= William Babthorpe =

16th-century English politician

Sir William Babthorpe (1489/1490–1555) was an English politician of Osgodby and Flotmanby, Yorkshire.

His family were noted Roman Catholics when this was disadvantageous. His descendants included William Banbthorpe (died 1581), Ralph Babthorpe, Grace Babthorpe (died 1635), and William Babthorpe (died 1635).

==Life==

William was the eldest son of William Babthorpe of Osgodby and educated in the law.

He held a number of public offices, including membership of the Council of the North from 1536 to his death and the Constableship of Wressle Castle (1513) and was knighted in 1547. He also served as the Custos Rotulorum of the East Riding of Yorkshire from c. 1547 to his death. He was a Member of Parliament (MP) for Yorkshire in 1547 and April 1554.
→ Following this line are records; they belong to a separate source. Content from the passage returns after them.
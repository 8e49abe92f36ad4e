import { NavLink, Outlet, useMatches, useNavigate } from 'react-router-dom';
import { Suspense } from 'react';
import { Button } from '@/components/ui/button';
import { ErrorState } from '@/components/ui/error-state';
import { Loading } from '@/components/ui/loading';
import { paths } from '@/config/paths';
import { useMe, useSignOut } from '@/lib/auth';
import { roleLabels } from '@/lib/authorization';
import { navItemsFor } from '../../navigation';
import type { RouteHandle } from '../../router';

function isRouteHandle(value: unknown): value is RouteHandle {
  return typeof value === 'object' && value !== null && 'roles' in value;
}

/** The signed-in shell: navigation for the person's role, sign-out, and the page. */
export default function AppLayout() {
  const me = useMe();
  const signOut = useSignOut();
  const navigate = useNavigate();
  const matches = useMatches();

  if (me.isPending) return <Loading label="Opening Millrace…" />;
  if (me.isError) return <ErrorState error={me.error} onRetry={() => void me.refetch()} />;

  const role = me.data.role;
  const handle = [...matches].reverse().map((m) => m.handle).find(isRouteHandle);
  const allowed = !handle || handle.roles.includes(role);

  return (
    <div className="flex min-h-screen flex-col">
      <a href="#main" className="sr-only focus:not-sr-only focus:absolute focus:left-2 focus:top-2 focus:rounded focus:bg-panel focus:p-2">
        Skip to content
      </a>
      <header className="border-b border-line bg-race-800 text-white">
        <div className="mx-auto flex max-w-screen-2xl items-center gap-4 px-3 py-2">
          <span className="text-lg font-semibold tracking-wide">Millrace</span>
          <nav aria-label="Main" className="flex-1">
            <ul className="flex flex-wrap gap-0.5 text-sm">
              {navItemsFor(role).map((item) => (
                <li key={item.href}>
                  <NavLink
                    to={item.href}
                    end={item.href === paths.home.getHref()}
                    className={({ isActive }) =>
                      `block rounded px-1.5 py-1 ${isActive ? 'bg-white font-semibold text-race-800 underline decoration-2 underline-offset-4' : 'hover:bg-race-700'}`
                    }
                  >
                    {item.label}
                  </NavLink>
                </li>
              ))}
            </ul>
          </nav>
          <div className="flex items-center gap-3 text-sm">
            <span>
              {me.data.name} <span className="rounded bg-race-700 px-1.5 py-0.5">{roleLabels[role]}</span>
            </span>
            <NavLink to={paths.changePassword.getHref()} className="rounded px-1.5 py-1 underline hover:bg-race-700">
              Change password
            </NavLink>
            <Button
              size="sm"
              busy={signOut.isPending}
              busyLabel="Signing out…"
              onClick={() =>
                signOut.mutate(undefined, {
                  onSettled: () => void navigate(paths.signIn.getHref(), { replace: true }),
                })
              }
            >
              Sign out
            </Button>
          </div>
        </div>
      </header>
      <main id="main" tabIndex={-1} className="mx-auto w-full max-w-screen-2xl flex-1 px-4 py-6">
        {allowed ? (
          <Suspense fallback={<Loading />}>
            <Outlet />
          </Suspense>
        ) : (
          <ErrorState
            title="Not available for your role"
            error={new Error(`${handle?.title ?? 'This page'} is not part of the ${roleLabels[role].toLowerCase()} role. Use the links above.`)}
          />
        )}
      </main>
    </div>
  );
}
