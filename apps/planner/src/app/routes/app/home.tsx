import { HomePage } from '@/features/home';
import { useMe } from '@/lib/auth';

export default function HomeRoute() {
  const me = useMe();
  return <HomePage showDemand={me.data?.role !== 'floor_lead'} />;
}
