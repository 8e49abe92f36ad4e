import { PlansListPage } from '@/features/plans';
import { useMe } from '@/lib/auth';
import { can } from '@/lib/authorization';

export default function PlansRoute() {
  const me = useMe();
  return <PlansListPage canCreate={can(me.data?.role, 'write:plans')} />;
}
He died 27 February 1555. He had married Agnes, the daughter of Brian Palmes of Naburn, Yorkshire and had two sons and two daughters. William Babthorpe (died 1581), the eldest succeeded. His heir was Ralph Babthorpe who married Grace Babthorpe (born Bernand). Grace was an enthusiastic Roman Catholic and she had her children baptized in that religion, employing an unlicensed Catholic tutor for her children.